Based upon our internal analysis, we believe that there are significant opportunities in the rail equipment market. According to the AAR, in 2012 there were 1.2 million rail cars in the U.S. fleet.  The trend has been for the larger Class I railroads to lease equipment due to the high cost of maintaining equipment. Small railroads often lease equipment due to capital constraints. In 2009, according to the AAR, Class I railroads owned or operated approximately 24,700 locomotives, while the small railroads owned or operated 4,050 locomotives. Railroads both large and small often resort to leasing locomotives to cover peak or seasonal traffic demands or to minimize capital outlays.

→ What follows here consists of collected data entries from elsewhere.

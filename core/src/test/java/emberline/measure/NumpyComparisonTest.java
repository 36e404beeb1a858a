package emberline.measure;

import static org.junit.jupiter.api.Assertions.assertEquals;

import de.siegmar.fastcsv.reader.CommentStrategy;
import de.siegmar.fastcsv.reader.CsvReader;
import de.siegmar.fastcsv.reader.NamedCsvRecord;
import emberline.SharedSpectra;
import emberline.catalogue.FeatureCatalogue;
import emberline.catalogue.Role;
import emberline.catalogue.Window;
import emberline.prepare.PreparedSpectrum;
import emberline.prepare.Preparer;
import emberline.prepare.Preparing;
import emberline.read.SpectrumReader;
import emberline.read.UnreadableSpectrumException;
import emberline.spectrum.Medium;
import java.io.IOException;
import java.io.InputStreamReader;
import java.nio.charset.StandardCharsets;
import java.nio.file.Path;
import java.util.ArrayList;
import java.util.List;
import java.util.OptionalDouble;
import org.junit.jupiter.api.Tag;
import org.junit.jupiter.api.Test;

/**
 * Window means and equivalent widths of two real spectra against numpy; the script that made the
 * values stands beside them and writes windows and fractional pixels out once more.
 *
 * <p>Tolerance 1e-6: both sum the same terms in another order, which costs some 1e-12; widths take
 * the continuum by a series whose rest is below 1e-10 for these slopes; the reader keeps the digits
 * of the files.
 */
@Tag("slow")
class NumpyComparisonTest {

    private static final double TOLERANCE = 1e-6;
    private static final FeatureCatalogue CATALOGUE = FeatureCatalogue.standard();

    @Test
    void sixEquivalentWidthsAgree() throws Exception {
        List<NamedCsvRecord> rows = rows("width");
        assertEquals(6, rows.size());
        for (NamedCsvRecord row : rows) {
            String id = row.getField("feature");
            Window line = CATALOGUE.feature(id).orElseThrow().window(Role.LINE);
            assertEquals(number(row, "low_micron"), line.lowMicron(), 1e-9, id);
            assertEquals(number(row, "high_micron"), line.highMicron(), 1e-9, id);
            double expected = number(row, "value");
            double value = TestSpectra.value(TestSpectra.measure(prepared(row)), id);
            assertEquals(expected, value, TOLERANCE * Math.abs(expected), id);
        }
    }

    @Test
    void twentyWindowMeansAgree() throws Exception {
        List<NamedCsvRecord> rows = rows("mean");
        assertEquals(20, rows.size());
        for (NamedCsvRecord row : rows) {
            Window window = new Window(number(row, "low_micron"), number(row, "high_micron"));
            PreparedSpectrum prepared = prepared(row);
            WindowOperator operator =
                    WindowOperator.of(
                            prepared.spectrum(),
                            prepared.resolvingPower().value(),
                            List.of(
                                    new WindowFunctional(
                                            window,
                                            OptionalDouble.empty(),
                                            WindowFunctional.Over.MEAN)));
            double expected = number(row, "value");
            double value = operator.apply(prepared.spectrum())[0];
            assertEquals(expected, value, TOLERANCE * Math.abs(expected), row.toString());
        }
    }

    private static PreparedSpectrum prepared(NamedCsvRecord row)
            throws UnreadableSpectrumException {
        Path file = SharedSpectra.folder().resolve(row.getField("spectrum"));
        return new Preparer()
                .prepare(
                        new SpectrumReader().read(file),
                        Preparing.withDefaults()
                                .withMedium(Medium.VACUUM)
                                .withResolvingPower(2000));
    }

    private static double number(NamedCsvRecord row, String column) {
        return Double.parseDouble(row.getField(column));
    }

    private static List<NamedCsvRecord> rows(String what) throws IOException {
        List<NamedCsvRecord> rows = new ArrayList<>();
        try (CsvReader<NamedCsvRecord> reader =
                CsvReader.builder()
                        .commentStrategy(CommentStrategy.SKIP)
                        .ofNamedCsvRecord(
                                new InputStreamReader(
                                        NumpyComparisonTest.class.getResourceAsStream(
                                                "/emberline/derived/numpy/widths_and_means.csv"),
                                        StandardCharsets.UTF_8))) {
            for (NamedCsvRecord row : reader) {
                if (row.getField("what").equals(what)) {
                    rows.add(row);
                }
            }
        }
        return rows;
    }
}
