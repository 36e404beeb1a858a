package emberline.measure;

import static org.junit.jupiter.api.Assertions.assertEquals;
import static org.junit.jupiter.api.Assertions.assertInstanceOf;
import static org.junit.jupiter.api.Assertions.assertNotEquals;
import static org.junit.jupiter.api.Assertions.assertTrue;

import emberline.catalogue.Feature;
import emberline.catalogue.Form;
import emberline.catalogue.Kind;
import emberline.catalogue.Role;
import emberline.catalogue.Statistic;
import emberline.catalogue.Window;
import emberline.measure.Measurement.Measured;
import emberline.measure.Measurement.NotMeasured;
import emberline.measure.Measurement.Why;
import emberline.prepare.PreparedSpectrum;
import emberline.prepare.Preparer;
import emberline.prepare.Preparing;
import emberline.read.Observation;
import emberline.spectrum.Medium;
import emberline.spectrum.Spectrum;
import java.util.List;
import java.util.Optional;
import java.util.Random;
import org.junit.jupiter.api.Tag;
import org.junit.jupiter.api.Test;
import org.junit.jupiter.params.ParameterizedTest;
import org.junit.jupiter.params.provider.CsvSource;
import org.junit.jupiter.params.provider.ValueSource;
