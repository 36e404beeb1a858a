package emberline.measure;

import static emberline.PublishedRows.number;
import static org.junit.jupiter.api.Assertions.assertAll;
import static org.junit.jupiter.api.Assertions.assertEquals;

import de.siegmar.fastcsv.reader.NamedCsvRecord;
import emberline.PublishedRows;
import emberline.catalogue.FeatureCatalogue;
import emberline.catalogue.MetallicityClass;
import emberline.catalogue.Relation;
import java.io.IOException;
import org.junit.jupiter.api.Test;

/** Published subdwarfs: the metallicity index, its class and the subtype from printed indices. */
class SubdwarfExamplesTest {

    private static final FeatureCatalogue CATALOGUE = FeatureCatalogue.standard();

    private static Relation relation(String id) {
        return CATALOGUE.relations().stream()
                .filter(r -> r.id().equals(id))
                .findFirst()
                .orElseThrow();
    }

    @Test
    void zetaClassAndSubtypeAreThePublishedOnes() throws IOException {
        assertAll(PublishedRows.of("subdwarf-examples.csv").stream().map(row -> () -> check(row)));
    }

    private static void check(NamedCsvRecord row) {
        String object = row.getField("object");
        double tio5 = number(row, "tio5");
        double sum = number(row, "cah2") + number(row, "cah3");
        Relation solar = relation("lepine2007/tio5-solar");
        assertEquals(number(row, "tio5_solar"), solar.value(sum), 6e-4, object);
        double zeta = Composite.shortfall(solar.coefficients()).value(new double[] {tio5, sum});
        assertEquals(number(row, "zeta"), zeta, 6e-5, object);
        double type = relation("lepine2007/cah2+cah3").value(sum);
        assertEquals(number(row, "raw_type"), type, 6e-4, object);
        String prefix =
                CATALOGUE.metallicityClasses().stream()
                        .filter(c -> c.feature().equals("lepine2007/zeta") && c.contains(zeta))
                        .map(MetallicityClass::name)
                        .map(MetallicityClass.Name::prefix)
                        .findFirst()
                        .orElseThrow();
        double half = Math.rint(2 * type) / 2;
        assertEquals(row.getField("published_type"), prefix + "M" + half, object);
    }
}
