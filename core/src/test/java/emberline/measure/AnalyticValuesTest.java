package emberline.measure;

import static emberline.PublishedRows.number;
import static org.junit.jupiter.api.Assertions.assertAll;
import static org.junit.jupiter.api.Assertions.assertEquals;

import de.siegmar.fastcsv.reader.NamedCsvRecord;
import emberline.PublishedRows;
import emberline.catalogue.Role;
import emberline.prepare.ExtinctionLaw;
import java.io.IOException;
import java.util.HashMap;
import java.util.List;
import java.util.Map;
import org.junit.jupiter.api.Tag;
import org.junit.jupiter.api.Test;
import org.junit.jupiter.params.ParameterizedTest;
import org.junit.jupiter.params.provider.ValueSource;

/**
 * Indices on simple noiseless fluxes against values that an independent script computed from the
 * printed windows (tables beside this test). The grid is fine enough that pixels do not matter.
 */
class AnalyticValuesTest {

    private static Measurements onPowerLaw(double exponent) {
        return TestSpectra.measure(TestSpectra.fine(micron -> Math.pow(micron, exponent)));
    }

    @Tag("slow")
    @ParameterizedTest
    @ValueSource(
            strings = {
                "index-values-nir.csv",
                "index-values-optical.csv",
                "index-values-lambda.csv"
            })
    void powerLawsGiveTheComputedIndices(String table) throws IOException {
        List<NamedCsvRecord> rows = PublishedRows.of(table);
        Map<String, Measurements> byExponent = new HashMap<>();
        assertAll(
                rows.stream()
                        .map(
                                row ->
                                        () -> {
                                            String exponent = row.getField("flux_exponent");
                                            Measurements measured =
                                                    byExponent.computeIfAbsent(
                                                            exponent,
                                                            e -> onPowerLaw(Double.parseDouble(e)));
                                            String id = row.getField("feature");
                                            double expected = number(row, "expected");
                                            assertEquals(
                                                    expected,
                                                    TestSpectra.value(measured, id),
                                                    number(row, "tolerance")
                                                            * Math.max(1, Math.abs(expected)),
                                                    id + " on lambda^" + exponent);
                                        }));
    }

    @Tag("slow")
    @Test
    void reddeningOfAFlatFluxChangesIndicesAsComputed() throws IOException {
        Map<String, Measurements> byCase = new HashMap<>();
        Measurements flat = onPowerLaw(0);
        assertAll(
                PublishedRows.of("index-reddening-factors.csv").stream()
                        .map(
                                row ->
                                        () -> {
                                            String id = row.getField("feature");
                                            String reddening =
                                                    row.getField("law")
                                                            + " "
                                                            + row.getField("r_v")
                                                            + " "
                                                            + row.getField("a_v");
                                            Measurements measured =
                                                    byCase.computeIfAbsent(
                                                            reddening, r -> reddened(row));
                                            assertEquals(
                                                    number(row, "expected"),
                                                    TestSpectra.value(measured, id)
                                                            / TestSpectra.value(flat, id),
                                                    number(row, "tolerance"),
                                                    id + " behind " + reddening);
                                        }));
    }

    private static Measurements reddened(NamedCsvRecord row) {
        double rv = number(row, "r_v");
        ExtinctionLaw law =
                row.getField("law").equals("F99")
                        ? ExtinctionLaw.fitzpatrick1999(rv)
                        : ExtinctionLaw.cardelli1989(rv);
        double av = number(row, "a_v");
        return TestSpectra.measure(
                TestSpectra.fine(micron -> Math.pow(10, -0.4 * av * law.relativeTo(micron))));
    }

    /** Every index of a constant flux is known: ratios are 1 or the sum of weights, widths 0. */
    @Test
    void aConstantFluxHasNoBandsAndNoLines() {
        Measurements measured = onPowerLaw(0);
        assertAll(
                measured.all().stream()
                        .filter(m -> m.result() instanceof Measurement.Measured)
                        .map(
                                m ->
                                        () ->
                                                assertEquals(
                                                        expectedOnConstant(m),
                                                        TestSpectra.value(
                                                                measured, m.feature().id()),
                                                        1e-9,
                                                        m.feature().id())));
    }

    private static double expectedOnConstant(FeatureMeasurement m) {
        return switch (m.feature().form()) {
            case NORMALISED_DIFFERENCE,
                    MAGNITUDE_OF_RATIO,
                    EQUIVALENT_WIDTH_LINEAR_CONTINUUM,
                    EQUIVALENT_WIDTH_FITTED_CONTINUUM,
                    EQUIVALENT_WIDTH_MEAN_CONTINUUM,
                    METALLICITY_SHORTFALL ->
                    0;
            case SUM_OF_FEATURES -> m.feature().parts().size();
            case RATIO_OF_WEIGHTED_SUMS ->
                    m.feature().windows(Role.NUMERATOR).stream().mapToDouble(w -> w.weight()).sum()
                            / m.feature().windows(Role.DENOMINATOR).stream()
                                    .mapToDouble(w -> w.weight())
                                    .sum();
            default -> 1;
        };
    }
}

Subject to the availability of sufficient capital, we anticipate building a fleet of rail freight cars for lease of approximately 5,000 units, and a locomotive lease fleet of approximately 150 units. While small in comparison to larger leasing company fleets, we intend to pursue market opportunities where agreements are customized to serve specific customer needs – not in direct competition with larger fleets served by companies such as GE Rail Car, GATX, Wells Fargo, and others. Many larger car and locomotives lessors will occasionally reduce their fleets in order to concentrate on specific equipment types. We believe that this practice will create opportunities for our company, permitting us to focus on customers requiring smaller equipment orders or unique equipment types.

We have established contacts with a number of potential sellers of rolling stock, as well as companies interested in maintaining our fleet at such time as we have acquired rolling stock. We plan to partner with mechanical service providers to repair and maintain our equipment at an expected lower cost than the large Class I railroads and leasing companies, who often have higher labor costs due to union work rules and wages.

As of the date of this report, however, we have not entered into any firm agreement with any companies to either purchase or maintain rolling stock. We expect that the cost to acquire this fleet will be approximately $100 million. However, as our ability to implement this portion of our business plan is dependent upon raising the necessary capital, and as we do not presently have firm commitments for the capital, we are unable at this time to project when we may be able to make the first of the necessary acquisitions to accomplish this goal.